- Born: July 17, 1933 Allende, Nuevo León, Mexico
- Died: November 14, 2010 (aged 77) Padilla, Tamaulipas, Mexico
- Cause of death: Gunshot wounds
- Other name: Don Alejo
- Occupations: Businessman, hunter, poultry farmer, rancher
- Known for: Armed confrontation against organized criminals.

= Alejo Garza Tamez =

Mexican businessman (1933–2010)

Alejo Garza Tamez (July 17, 1933 – November 14, 2010), better known as Don Alejo, was a Mexican businessman, rancher, and recreational hunter. Don Alejo gained fame after making a last stand against the Los Zetas cartel in defense of his ranch near Ciudad Victoria, Tamaulipas.

== Biography ==
Alejo Garza Tamez was born on July 17, 1933, in Allende, Nuevo León, a northern Mexican town 50 kilometers southeast of Monterrey. Tamez spent most of his childhood in the wooded hills of Nuevo León. Alejo's father, José, owned a sawmill, and together with his brothers Alejo helped his father harvest and sell lumber at their stores in Montemorelos and Allende.

Alejo suggested poultry farming to local farmers as an alternative to orange plantations.

Alejo was a hunter and fisherman, helping establish a hunting, fishing, and shooting club in Allende. Alejo gained a reputation as a good marksman, specializing in hunting doves, geese, and deer. Subsequently, he began to acquire a collection of sporting rifles.

With the assistance of his brother, Alejo bought the "San José" ranch in Tamaulipas, located 15 kilometers from Ciudad Victoria.

== Ranch siege and death ==
Members of the Los Zetas cartel demanded Alejo hand over his ranch property on November 13, 2010, giving him 24 hours to comply. Alejo, aged 77, refused to hand the property over. He rounded up the farm workers and ordered them to take the next day off. Alejo then took his firearms from his cellar and placed the weapons by his doors and windows, utilizing his extensive collection of hunting and sporting weapons.

The following morning, the cartel vehicles entered the ranch and were placed near the entrance to Alejo's house. The assassins fired a warning shot into the air and proclaimed they would forcefully seize the ranch. Garza Tamez responded with gunfire, and thus, the armed gang responded by opening fire on the house, using rifles and grenades. Despite the numerical superiority of the cartel members, they were unable to take the ranch and fled before the arrival of Mexican Marines. Don Alejo took cover in the farmhouse, killing four of the attackers while wounding two others.
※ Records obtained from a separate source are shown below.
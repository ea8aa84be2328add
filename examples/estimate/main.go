// Command estimate turns left camera images into metric depth with the
// embedded network (or a weights file): for each image it writes a 16-bit
// depth PNG in millimetres, a colour-mapped depth PNG and a short text
// summary, and on request PFM maps and a PLY point cloud.
//
//	go run ./examples/estimate                       # the bundled demo image
//	go run ./examples/estimate -rig rig.json -flip photos/ left.png
//
// Estimated depth is not a safety-rated sensor.
package main

import (
	"context"
	"errors"
	"flag"
	"fmt"
	"io"
	"os"
	"path/filepath"
	"time"

	"github.com/parallaxdepth/parallax/dataset"
	"github.com/parallaxdepth/parallax/depth"
	"github.com/parallaxdepth/parallax/model"
	"github.com/parallaxdepth/parallax/model/demo"
	"github.com/parallaxdepth/parallax/progress"
)

const caution = `Caution: estimated depth is not a safety-rated sensor. Its errors grow with distance and it fails
silently on glass, mirrors, textureless or repetitive surfaces, darkness and glare; a machine that
acts on it needs independent obstacle sensing.`

const usage = `usage: estimate [flags] [image or folder ...]

Estimates depth from single left images (PNG or JPEG; folders are read in name
order). Without arguments it runs on the bundled demo image. For each image NAME
it writes into the output folder (-out):

  NAME.depth-mm.png      16-bit grey depth in millimetres, 0 = no estimate
  NAME.depth-colour.png  depth colour-mapped by inverse depth (cubehelix, near is bright)
  NAME.summary.txt       size, time, depth range and median

`

func main() {
	if err := run(context.Background(), os.Args[1:], os.Stdout, os.Stderr); err != nil {
		fmt.Fprintln(os.Stderr, err)
		os.Exit(1)
	}
}

func run(ctx context.Context, args []string, stdout, stderr io.Writer) error {
	fs := flag.NewFlagSet("estimate", flag.ContinueOnError)
	fs.SetOutput(stderr)
	weights := fs.String("weights", "", "weights file (safetensors, see package model); default: the embedded weights")
	rigPath := fs.String("rig", "", "rig JSON file of the camera (see depth.ReadRig), rescaled to each image's size; an image\nof another aspect ratio (±1%) is an error. Default: the rig of the bundled demo, which the\nembedded weights were made for")
	out := fs.String("out", "parallax-estimates", "output folder, created if missing; files of the same names are replaced")
	flip := fs.Bool("flip", false, "flip post-processing: also predict the mirrored image and blend (twice the time)")
	save := model.SaveOptions{}
	fs.BoolVar(&save.PFM, "pfm", false, "also write NAME.disparity.pfm (pixels), NAME.depth.pfm (metres) and NAME.confidence.pfm")
	fs.BoolVar(&save.PLY, "ply", false, "also write NAME.points.ply, a coloured point cloud in metres (binary little-endian)")
	minConf := fs.Float64("min-confidence", 0, "mark pixels whose left-right confidence is below this value invalid in every output")
	quiet := fs.Bool("quiet", false, "print no progress and no summaries (warnings still go to stderr)")
	fs.Usage = func() { fmt.Fprint(stderr, usage+caution+"\n\nFlags:\n"); fs.PrintDefaults() }
	if err := fs.Parse(args); err != nil {
		if errors.Is(err, flag.ErrHelp) {
			return nil
		}
		return fmt.Errorf("estimate: %w", err)
	}
	if *minConf < 0 || *minConf > 1 || *minConf != *minConf {
		return fmt.Errorf("estimate: -min-confidence %v must be in [0, 1]", *minConf)
	}
	inputs, err := dataset.ImageInputs(fs.Args())
	if err != nil {
		return fmt.Errorf("estimate: %w", err)
	}
	w, err := model.LoadOrDefault(*weights)
	if err != nil {
		return err
	}
	rig, err := demo.Rig()
	if *rigPath != "" {
		rig, err = depth.LoadRig(*rigPath)
	} else if len(inputs) > 0 {
		fmt.Fprintf(stderr, "estimate: no -rig given: assuming the demo camera (focal %.1f px at %d px width, baseline %.3f m);\n"+
			"          depth in metres is only right for that camera\n", rig.Fx, rig.Width, rig.Baseline)
	}
	if err != nil {
		return err
	}
	// Without -rig the demo rig is only a guess, already warned about: it is
	// stretched to any image rather than refused.
	est, err := model.NewEstimator(w, &model.EstimatorOptions{Rig: rig, StretchRig: *rigPath == "", Flip: *flip})
	if err != nil {
		return err
	}
	if err := os.MkdirAll(*out, 0o755); err != nil {
		return fmt.Errorf("estimate: %w", err)
	}
	if len(inputs) == 0 {
		inputs = []dataset.ImageInput{{Name: demo.Name}}
	}
	bar := progress.New(stderr, len(inputs), &progress.Options{Unit: "images", Mode: map[bool]progress.Mode{true: progress.Off}[*quiet || len(inputs) == 1]})
	defer bar.Done()
	var first time.Duration
	for i, in := range inputs {
		img, err := demo.Left()
		if in.Path != "" {
			img, err = dataset.LoadImage(in.Path)
		}
		if err != nil {
			return fmt.Errorf("estimate: %w", err)
		}
		start := time.Now()
		e, err := est.Estimate(ctx, img)
		if i == 0 && err == nil { // the first call also sets up buffers: the summary times a second one
			first, start = time.Since(start), time.Now()
			e, err = est.Estimate(ctx, img)
		}
		elapsed := time.Since(start)
		if err != nil {
			return fmt.Errorf("estimate: %s%s: %w", in.Name, map[bool]string{true: " with -rig " + *rigPath}[*rigPath != ""], err)
		}
		e.MaskConfidence(float32(*minConf))
		files, dropped, err := e.Save(filepath.Join(*out, in.Name), img, &save)
		if err != nil {
			return err
		}
		src := map[bool]string{true: "bundled demo image (synthetic greenhouse aisle)", false: in.Path}[in.Path == ""]
		sum := e.Describe(model.EstimateInfo{Source: src, Weights: model.DescribeWeights(w, *weights), Config: w.Config,
			Elapsed: elapsed, First: first, Flip: *flip, Files: append(files, in.Name+".summary.txt"), Dropped: dropped}) + caution + "\n"
		if err := depth.SaveFile(filepath.Join(*out, in.Name+".summary.txt"), []byte(sum)); err != nil {
			return err
		}
		if !*quiet && len(inputs) == 1 {
			fmt.Fprint(stdout, sum)
		}
		bar.Update(i+1, in.Name)
	}
	bar.Done()
	if !*quiet && len(inputs) > 1 {
		fmt.Fprintf(stdout, "%d images estimated\n%s\n", len(inputs), caution)
	}
	if !*quiet {
		fmt.Fprintf(stdout, "output folder: %s\n", *out)
	}
	return nil
}
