// Command estimate turns left camera images into metric depth with the
// embedded network (or a weights file): for each image it writes a 16-bit
// depth PNG in millimetres, a colour-mapped depth PNG and a short text
// summary, and on request PFM maps and a PLY point cloud.
//
//	go run ./examples/estimate                       # the bundled demo image
//	go run ./examples/estimate -rig rig.json -flip photos/ left.png
//
// Estimated depth is not a safety-rated sensor.
package main

import (
	"context"
	"flag"
	"fmt"
	"image"
	"io"
	"os"
	"path/filepath"
	"slices"
	"strings"
	"time"

	"github.com/parallaxdepth/parallax/dataset"
	"github.com/parallaxdepth/parallax/depth"
	"github.com/parallaxdepth/parallax/internal/atomicfile"
	"github.com/parallaxdepth/parallax/model"
	"github.com/parallaxdepth/parallax/model/demo"
)

// defaultOut is the output folder when -out is not given.
const defaultOut = "parallax-estimates"

const caution = "Caution: estimated depth is not a safety-rated sensor. Its errors grow with distance and it fails\n" +
	"silently on glass, mirrors, textureless or repetitive surfaces, darkness and glare; a machine that\n" +
	"acts on it needs independent obstacle sensing."

type options struct {
	weights, rig, out string
	flip, pfm, ply    bool
	minConf           float64
	quiet             bool
}

func main() {
	var o options
	flag.StringVar(&o.weights, "weights", "", "weights file (safetensors, see package model); default: the embedded weights")
	flag.StringVar(&o.rig, "rig", "", "rig JSON file of the camera (see depth.ReadRig), rescaled to each image's size; an image\nof another aspect ratio (±1%) is an error. Default: the rig of the bundled demo, which the\nembedded weights were made for")
	flag.StringVar(&o.out, "out", defaultOut, "output folder, created if missing; files of the same names are replaced")
	flag.BoolVar(&o.flip, "flip", false, "flip post-processing: also predict the mirrored image and blend (twice the time)")
	flag.BoolVar(&o.pfm, "pfm", false, "also write NAME.disparity.pfm (pixels), NAME.depth.pfm (metres) and NAME.confidence.pfm")
	flag.BoolVar(&o.ply, "ply", false, "also write NAME.points.ply, a coloured point cloud in metres (binary little-endian)")
	flag.Float64Var(&o.minConf, "min-confidence", 0, "mark pixels whose left-right confidence is below this value invalid in every output")
	flag.BoolVar(&o.quiet, "quiet", false, "print no progress bar and no summaries (warnings still go to stderr)")
	flag.Usage = func() {
		fmt.Fprintf(flag.CommandLine.Output(), `usage: estimate [flags] [image or folder ...]

Estimates depth from single left images (PNG or JPEG; folders are read in name
order). Without arguments it runs on the bundled demo image. For each image NAME
it writes into the output folder (default %s):

  NAME.depth-mm.png      16-bit grey depth in millimetres, 0 = no estimate
  NAME.depth-colour.png  depth colour-mapped by inverse depth (cubehelix, near is bright)
  NAME.summary.txt       size, time, depth range and median

%s

Flags:
`, defaultOut, caution)
		flag.PrintDefaults()
	}
	flag.Parse()
	if err := run(o, flag.Args(), os.Stdout, os.Stderr); err != nil {
		fmt.Fprintln(os.Stderr, err)
		os.Exit(1)
	}
}

// input is one image to estimate: a file, or the demo when path is "".
type input struct{ name, path string }

func run(o options, args []string, stdout, stderr io.Writer) error {
	if o.minConf < 0 || o.minConf > 1 || o.minConf != o.minConf {
		return fmt.Errorf("estimate: -min-confidence %v must be in [0, 1]", o.minConf)
	}
	inputs, err := listInputs(args)
	if err != nil {
		return err
	}
	var w *model.Weights
	if o.weights != "" {
		if w, err = model.Load(o.weights); err != nil {
			return err
		}
	} else if w, err = model.Default(); err != nil {
		return err
	}
	var rig *depth.Rig
	if o.rig != "" {
		rig, err = depth.LoadRig(o.rig)
	} else {
		rig, err = demo.Rig()
		if len(args) > 0 {
			fmt.Fprintf(stderr, "estimate: no -rig given: assuming the demo camera (focal %.1f px at %d px width, baseline %.3f m);\n"+
				"          depth in metres is only right for that camera\n", rig.Fx, rig.Width, rig.Baseline)
		}
	}
	if err != nil {
		return err
	}
	// Without -rig the demo rig is only a guess, already warned about: it is
	// stretched to any image rather than refused.
	est, err := model.NewEstimator(w, &model.EstimatorOptions{Rig: rig, StretchRig: o.rig == "", Flip: o.flip})
	if err != nil {
		return err
	}
	if err := os.MkdirAll(o.out, 0o755); err != nil {
		return fmt.Errorf("estimate: %w", err)
	}
	bar := progress{w: stderr, n: len(inputs), on: len(inputs) > 1 && !o.quiet}
	ctx := context.Background()
	var first time.Duration
	for i, in := range inputs {
		bar.show(i, in.name)
		img, err := decode(in)
		if err != nil {
			bar.clear()
			return err
		}
		if o.rig != "" {
			if err := rig.CheckAspect(img.Bounds().Dx(), img.Bounds().Dy()); err != nil {
				bar.clear()
				return fmt.Errorf("estimate: %s and %s: %w", in.name, o.rig, err)
			}
		}
		start := time.Now()
		e, err := est.Estimate(ctx, img)
		elapsed := time.Since(start)
		if i == 0 && err == nil {
			// The first call also sets up buffers; time a second one so that
			// the summary shows the cost per image.
			first = elapsed
			start = time.Now()
			e, err = est.Estimate(ctx, img)
			elapsed = time.Since(start)
		}
		if err != nil {
			bar.clear()
			return fmt.Errorf("estimate: %s: %w", in.name, err)
		}
		if o.minConf > 0 {
			e.Confidence.Threshold(&e.Disparity.Map, float32(o.minConf))
			e.Confidence.Threshold(&e.Depth.Map, float32(o.minConf))
		}
		sum, err := write(o, in, img, e, elapsed, first, w)
		if err != nil {
			bar.clear()
			return err
		}
		if !o.quiet && len(inputs) == 1 {
			fmt.Fprint(stdout, sum)
		}
	}
	bar.clear()
	if !o.quiet {
		if len(inputs) > 1 {
			fmt.Fprintf(stdout, "%d images estimated\n%s\n", len(inputs), caution)
		}
		fmt.Fprintf(stdout, "output folder: %s\n", o.out)
	}
	return nil
}

// listInputs expands the arguments: files as given, folders into their PNG
// and JPEG files in name order, nothing into the demo image.
func listInputs(args []string) ([]input, error) {
	if len(args) == 0 {
		return []input{{name: demo.Name}}, nil
	}
	var out []input
	seen := map[string]string{}
	add := func(path string) error {
		name := strings.TrimSuffix(filepath.Base(path), filepath.Ext(path))
		if prev, dup := seen[name]; dup {
			return fmt.Errorf("estimate: %s and %s would write the same output files (%s.*)", prev, path, name)
		}
		seen[name] = path
		out = append(out, input{name: name, path: path})
		return nil
	}
	for _, a := range args {
		fi, err := os.Stat(a)
		if err != nil {
			return nil, fmt.Errorf("estimate: %w", err)
		}
		if !fi.IsDir() {
			if err := add(a); err != nil {
				return nil, err
			}
			continue
		}
		names, err := dataset.ImageFiles(a)
		if err != nil {
			return nil, fmt.Errorf("estimate: %w", err)
		}
		if len(names) == 0 {
			return nil, fmt.Errorf("estimate: folder %s holds no PNG or JPEG image", a)
		}
		for _, n := range names {
			if err := add(filepath.Join(a, n)); err != nil {
				return nil, err
			}
		}
	}
	return out, nil
}

func decode(in input) (image.Image, error) {
	if in.path == "" {
		return demo.Left()
	}
	img, err := dataset.LoadImage(in.path)
	if err != nil {
		return nil, fmt.Errorf("estimate: %w", err)
	}
	return img, nil
}

// write saves the files of one image and returns its summary text.
func write(o options, in input, img image.Image, e *model.Estimate, elapsed, first time.Duration, w *model.Weights) (string, error) {
	base := filepath.Join(o.out, in.name)
	dropped, err := depth.SavePNG16(base+".depth-mm.png", e.Depth)
	if err != nil {
		return "", err
	}
	var sum strings.Builder
	b := e.Depth.Rect
	src := in.path
	if src == "" {
		src = "bundled demo image (synthetic greenhouse aisle)"
	}
	fmt.Fprintf(&sum, "image        %s\n", src)
	fmt.Fprintf(&sum, "size         %d x %d px (network input %d x %d)\n", b.Dx(), b.Dy(), w.Config.Width, w.Config.Height)
	ms := func(d time.Duration) float64 { return float64(d.Microseconds()) / 1000 }
	flip := ""
	if o.flip {
		flip = ", with flip post-processing"
	}
	fmt.Fprintf(&sum, "time         %.1f ms per image (the Estimate call%s; the first call took %.1f ms)\n", ms(elapsed), flip, ms(first))
	weights := "embedded"
	if o.weights != "" {
		weights = o.weights
	}
	if st := w.Provenance[model.ProvenanceStatus]; st != "" {
		weights += " (" + st + ")"
	}
	fmt.Fprintf(&sum, "weights      %s\n", weights)
	zs := validValues(&e.Depth.Map)
	if len(zs) == 0 {
		fmt.Fprintf(&sum, "depth        no valid pixel\n")
	} else {
		slices.Sort(zs)
		med := zs[len(zs)/2]
		if len(zs)%2 == 0 {
			med = (zs[len(zs)/2-1] + zs[len(zs)/2]) / 2
		}
		fmt.Fprintf(&sum, "depth range  %.3f … %.3f m over %d of %d pixels\n", zs[0], zs[len(zs)-1], len(zs), b.Dx()*b.Dy())
		fmt.Fprintf(&sum, "median depth %.3f m\n", med)
		// Coloured linearly in disparity (inverse depth): near detail stays
		// visible, and a few far outliers cannot wash the image out as they
		// do on a linear depth scale.
		colour, err := depth.ColorDisparity(e.Disparity, nil)
		if err != nil {
			return "", err
		}
		if err := depth.SavePNG(base+".depth-colour.png", colour); err != nil {
			return "", err
		}
	}
	if dropped > 0 {
		fmt.Fprintf(&sum, "note         %d pixels outside 1 mm … 65.535 m are 0 in the 16-bit PNG\n", dropped)
	}
	conf := validValues(&e.Confidence.Map)
	low := 0
	for _, c := range conf {
		if c < 0.5 {
			low++
		}
	}
	fmt.Fprintf(&sum, "confidence   %d of %d pixels below 0.5 (left-right disagreement)\n", low, len(conf))
	fmt.Fprintf(&sum, "files        %s.depth-mm.png, %s.depth-colour.png", in.name, in.name)
	if o.pfm {
		for _, m := range []struct {
			suffix string
			m      *depth.Map
		}{{".disparity.pfm", &e.Disparity.Map}, {".depth.pfm", &e.Depth.Map}, {".confidence.pfm", &e.Confidence.Map}} {
			if err := depth.SavePFM(base+m.suffix, m.m.Pix, m.m.Rect.Dx(), m.m.Rect.Dy(), 1); err != nil {
				return "", err
			}
			fmt.Fprintf(&sum, ", %s%s", in.name, m.suffix)
		}
	}
	if o.ply {
		pc, err := depth.PointCloudFromDepth(e.Depth, img, e.Rig)
		if err != nil {
			return "", err
		}
		if err := depth.SavePLY(base+".points.ply", pc, depth.PLYBinary); err != nil {
			return "", err
		}
		fmt.Fprintf(&sum, ", %s.points.ply", in.name)
	}
	fmt.Fprintf(&sum, ", %s.summary.txt\n%s\n", in.name, caution)
	if err := atomicfile.WriteBytes(base+".summary.txt", "estimate", []byte(sum.String())); err != nil {
		return "", err
	}
	return sum.String(), nil
}

// validValues returns the values of m's valid pixels.
func validValues(m *depth.Map) []float32 {
	var v []float32
	w := m.Rect.Dx()
	for y := range m.Rect.Dy() {
		for x := range w {
			if i := y*m.Stride + x; m.Mask[i] != 0 {
				v = append(v, m.Pix[i])
			}
		}
	}
	return v
}

// progress draws a one-line bar on a terminal-like writer.
type progress struct {
	w  io.Writer
	n  int
	on bool
}

func (p progress) show(i int, name string) {
	if !p.on {
		return
	}
	const width = 30
	k := i * width / p.n
	fmt.Fprintf(p.w, "\r[%s%s] %d/%d %-24.24s", strings.Repeat("=", k), strings.Repeat(" ", width-k), i, p.n, name)
}

func (p progress) clear() {
	if p.on {
		fmt.Fprintf(p.w, "\r[%s] %d/%d %-24s\n", strings.Repeat("=", 30), p.n, p.n, "done")
	}
}
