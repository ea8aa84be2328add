package main

import (
	"bytes"
	"context"
	"image"
	"math"
	"os"
	"path/filepath"
	"slices"
	"strings"
	"testing"

	"github.com/parallaxdepth/parallax/depth"
	"github.com/parallaxdepth/parallax/internal/testutil"
	"github.com/parallaxdepth/parallax/model"
)

// TestDemoRun runs the command's default path (the demo image) into a
// temporary folder and checks the files against each other: the 16-bit PNG,
// decoded by the standard library's image/png, holds round(1000·z) of the
// PFM depth; the PLY has one point per valid pixel; the summary carries the
// caution and the weights' status.
func TestDemoRun(t *testing.T) {
	dir := t.TempDir()
	var stdout, stderr bytes.Buffer
	if err := run(context.Background(), []string{"-out", dir, "-pfm", "-ply"}, &stdout, &stderr); err != nil {
		t.Fatal(err)
	}
	base := filepath.Join(dir, "greenhouse_000000")
	img := testutil.PNG(t, base+".depth-mm.png")
	g, ok := img.(*image.Gray16)
	if !ok {
		t.Fatalf("depth PNG decodes as %T, want *image.Gray16", img)
	}
	z, w, h, _, err := depth.LoadPFM(base + ".depth.pfm")
	if err != nil {
		t.Fatal(err)
	}
	if w != g.Rect.Dx() || h != g.Rect.Dy() {
		t.Fatalf("PFM %dx%d, PNG %v", w, h, g.Rect)
	}
	valid := 0
	for y := range h {
		for x := range w {
			mm := g.Gray16At(x, y).Y
			// PNG16 holds 1 mm … 65.535 m; a valid depth outside that range
			// is stored as 0 (depth.WritePNG16's documented rule).
			want := math.Round(float64(z[y*w+x]) * 1000)
			if want < 1 || want > 65535 {
				want = 0
			}
			if z[y*w+x] > 0 && float64(mm) != want {
				t.Fatalf("(%d, %d): PNG %d mm, PFM %v m", x, y, mm, z[y*w+x])
			}
			if z[y*w+x] > 0 {
				valid++
			}
		}
	}
	pc, err := depth.LoadPLY(base + ".points.ply")
	if err != nil {
		t.Fatal(err)
	}
	if len(pc.Points) != valid || valid == 0 {
		t.Errorf("PLY has %d points, %d valid pixels", len(pc.Points), valid)
	}
	sum, err := os.ReadFile(base + ".summary.txt")
	if err != nil {
		t.Fatal(err)
	}
	for _, want := range []string{"not a safety-rated sensor", "median depth", "256 x 128"} {
		if !strings.Contains(string(sum), want) {
			t.Errorf("summary lacks %q:\n%s", want, sum)
		}
	}
	def, err := model.Default()
	if err != nil {
		t.Fatal(err)
	}
	if st := def.Provenance[model.ProvenanceStatus]; st == "" || !strings.Contains(string(sum), "("+st+")") {
		t.Errorf("summary lacks the weights' status %q:\n%s", st, sum)
	}
	if _, err := os.Stat(base + ".depth-colour.png"); err != nil {
		t.Error(err)
	}
	if err := run(context.Background(), []string{"-out", dir, filepath.Join(dir, "missing.png")}, &stdout, &stderr); err == nil || !strings.HasPrefix(err.Error(), "estimate: ") {
		t.Errorf("missing input: %v", err)
	}
}

// A rig is rescaled to an image of its aspect ratio (the Motorcycle pair of
// testdata/motorcycle, 370×250, with its 741×500 rig) and refused, naming
// the rig file, for another one (the 256×128 demo image).
func TestRigAspect(t *testing.T) {
	rig := filepath.Join("..", "..", "testdata", "depth", "motorcycle_rig.json")
	var stdout, stderr bytes.Buffer
	err := run(context.Background(), []string{"-out", t.TempDir(), "-rig", rig, "-quiet"}, &stdout, &stderr)
	if err == nil || !strings.HasPrefix(err.Error(), "estimate: ") || !strings.Contains(err.Error(), rig) || !strings.Contains(err.Error(), "aspect ratio") {
		t.Errorf("demo image with a 741x500 rig: %v, want an aspect-ratio error naming %s", err, rig)
	}
	left := filepath.Join("..", "..", "testdata", "motorcycle", "left.png")
	if err := run(context.Background(), []string{"-out", t.TempDir(), "-rig", rig, "-quiet", left}, &stdout, &stderr); err != nil {
		t.Errorf("Motorcycle image with its rig: %v", err)
	}
}

// A PNG whose header claims 60000×60000 pixels is refused from its header,
// before image.Decode would try to allocate 14 GB.
func TestHugeImageHeader(t *testing.T) {
	path := filepath.Join("..", "..", "testdata", "infer", "huge_header.png") // made by make_huge_png.py there
	var stdout, stderr bytes.Buffer
	err := run(context.Background(), []string{"-out", t.TempDir(), "-quiet", path}, &stdout, &stderr)
	if err == nil || !strings.HasPrefix(err.Error(), "estimate: ") || !strings.Contains(err.Error(), "60000x60000 is too large") || !strings.Contains(err.Error(), path) {
		t.Errorf("huge header: %v", err)
	}
}

// TestFolderProgressInFile: a folder of images with stderr going to a file
// gets plain progress lines, no carriage return, and the bad flag and
// -help paths behave (help is no error, an unknown flag is one).
func TestFolderProgressInFile(t *testing.T) {
	in := t.TempDir()
	left := filepath.Join("..", "..", "testdata", "motorcycle", "left.png")
	b, err := os.ReadFile(left)
	if err != nil {
		t.Fatal(err)
	}
	for _, n := range []string{"a.png", "b.png"} {
		if err := os.WriteFile(filepath.Join(in, n), b, 0o644); err != nil {
			t.Fatal(err)
		}
	}
	logf, err := os.Create(filepath.Join(t.TempDir(), "log.txt"))
	if err != nil {
		t.Fatal(err)
	}
	defer logf.Close()
	var stdout bytes.Buffer
	if err := run(context.Background(), []string{"-out", t.TempDir(), in}, &stdout, logf); err != nil {
		t.Fatal(err)
	}
	log, _ := os.ReadFile(logf.Name())
	if bytes.ContainsRune(log, '\r') || !bytes.Contains(log, []byte("2/2 images 100%")) {
		t.Errorf("progress in a file:\n%q", log)
	}
	if !strings.Contains(stdout.String(), "2 images estimated") {
		t.Errorf("stdout %q", stdout.String())
	}
	if err := run(context.Background(), []string{"-help"}, &stdout, &bytes.Buffer{}); err != nil {
		t.Errorf("-help: %v", err)
	}
	if err := run(context.Background(), []string{"-no-such-flag"}, &stdout, &bytes.Buffer{}); err == nil || !strings.HasPrefix(err.Error(), "estimate: ") {
		t.Errorf("unknown flag: %v", err)
	}
}

// -min-confidence replaces the library's threshold: 0 keeps every
// confidence, so at least as many pixels have depth as with the default
// (0.2), and 0.9 keeps fewer; the three differ on the demo image.
func TestMinConfidence(t *testing.T) {
	count := func(minConf string) int {
		dir := t.TempDir()
		var stdout, stderr bytes.Buffer
		if err := run(context.Background(), []string{"-quiet", "-pfm", "-min-confidence", minConf, "-out", dir}, &stdout, &stderr); err != nil {
			t.Fatal(err)
		}
		z, _, _, _, err := depth.LoadPFM(filepath.Join(dir, "greenhouse_000000.depth.pfm"))
		if err != nil {
			t.Fatal(err)
		}
		n := 0
		for _, v := range z {
			if v == v { // NaN = no depth
				n++
			}
		}
		return n
	}
	off, def, strict := count("0"), count("0.2"), count("0.9")
	t.Logf("pixels with depth: -min-confidence 0: %d, 0.2: %d, 0.9: %d", off, def, strict)
	if !(off > def && def > strict) {
		t.Errorf("pixels with depth %d (0), %d (0.2), %d (0.9): want strictly fewer as the threshold rises", off, def, strict)
	}
}

// TestPLYGrid: -ply-grid writes the PLY (no -ply needed) and the cloud keeps the image grid, one point a
// pixel in row order, NaN exactly where the PFM depth has none, and the
// valid points are those of the plain cloud in the same order.
func TestPLYGrid(t *testing.T) {
	plain, grid := t.TempDir(), t.TempDir()
	for _, c := range []struct {
		dir  string
		args []string
	}{{plain, []string{"-ply"}}, {grid, []string{"-pfm", "-ply-grid"}}} {
		var stdout, stderr bytes.Buffer
		if err := run(context.Background(), append([]string{"-out", c.dir, "-quiet"}, c.args...), &stdout, &stderr); err != nil {
			t.Fatal(err)
		}
	}
	z, w, h, _, err := depth.LoadPFM(filepath.Join(grid, "greenhouse_000000.depth.pfm"))
	if err != nil {
		t.Fatal(err)
	}
	pg, err := depth.LoadPLY(filepath.Join(grid, "greenhouse_000000.points.ply"))
	if err != nil {
		t.Fatal(err)
	}
	pp, err := depth.LoadPLY(filepath.Join(plain, "greenhouse_000000.points.ply"))
	if err != nil {
		t.Fatal(err)
	}
	if pg.Width != w || pg.Height != h || len(pg.Points) != w*h {
		t.Fatalf("grid cloud %dx%d with %d points, the image is %dx%d", pg.Width, pg.Height, len(pg.Points), w, h)
	}
	var kept []depth.Point
	for i, p := range pg.Points {
		hasDepth := z[i] > 0
		if isNaN := math.IsNaN(float64(p.Z)); isNaN == hasDepth {
			t.Fatalf("pixel %d: point %+v, PFM depth %v", i, p, z[i])
		}
		if hasDepth {
			if math.Abs(float64(p.Z-z[i])) > 1e-5*float64(z[i]) {
				t.Fatalf("pixel %d: point Z %v, PFM depth %v", i, p.Z, z[i])
			}
			kept = append(kept, p)
		}
	}
	if len(kept) == 0 || len(kept) == w*h {
		t.Fatalf("%d of %d pixels valid: the test needs both kinds", len(kept), w*h)
	}
	if !slices.Equal(kept, pp.Points) {
		t.Errorf("the grid cloud's valid points differ from the plain cloud's (%d and %d points)", len(kept), len(pp.Points))
	}
}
Mexican Navy units entered the property to find a deserted house partially destroyed by bullet holes and grenade explosions. They found six abandoned bodies on the outside of the farm, four dead and two unconscious. Inside the house, they found only the body of Alejo Garza Tamez with two bullet wounds, one in the chest and the other in the head. Upon inspection, it was determined that Tamez suffered serious injuries from grenade shrapnel as well. It was revealed that guns and shell casings were found next to doors and windows. It was understood that Alejo had designed his strategy to fight alone, placing weapons strategically beside doors and windows.

== Aftermath ==
Initially, many local media institutions deferred publishing news of the siege due to the administrative power of the Los Zetas cartel. However, the Milenio newspaper widely reported the events, and the story quickly spread throughout Mexican social media sites. Don Alejo promptly became a cultural icon for defending himself against organized crime.

Despite the significant media attention, no investigation into Alejo's murder has taken place, nor have any charges been issued against the Los Zetas cartel.

However, Alejo remains a prominent cultural icon.

== In popular culture ==

- Various Mexican musicians have composed corridos in remembrance of Alejo.
- American writer Don Winslow novelized Alejo's stand in his book The Cartel (2015).
- Alejo is the subject of the independent film Massacre in San José by Mexican director Edgar Nito.
- In 2019, Italian comics publisher Panini Comics published a story: "El Viejo y El Narco" (The Old Man and the Narco).
- The scene of the last stand in Rambo: Last Blood (2019) is similar to Alejo's gunfight.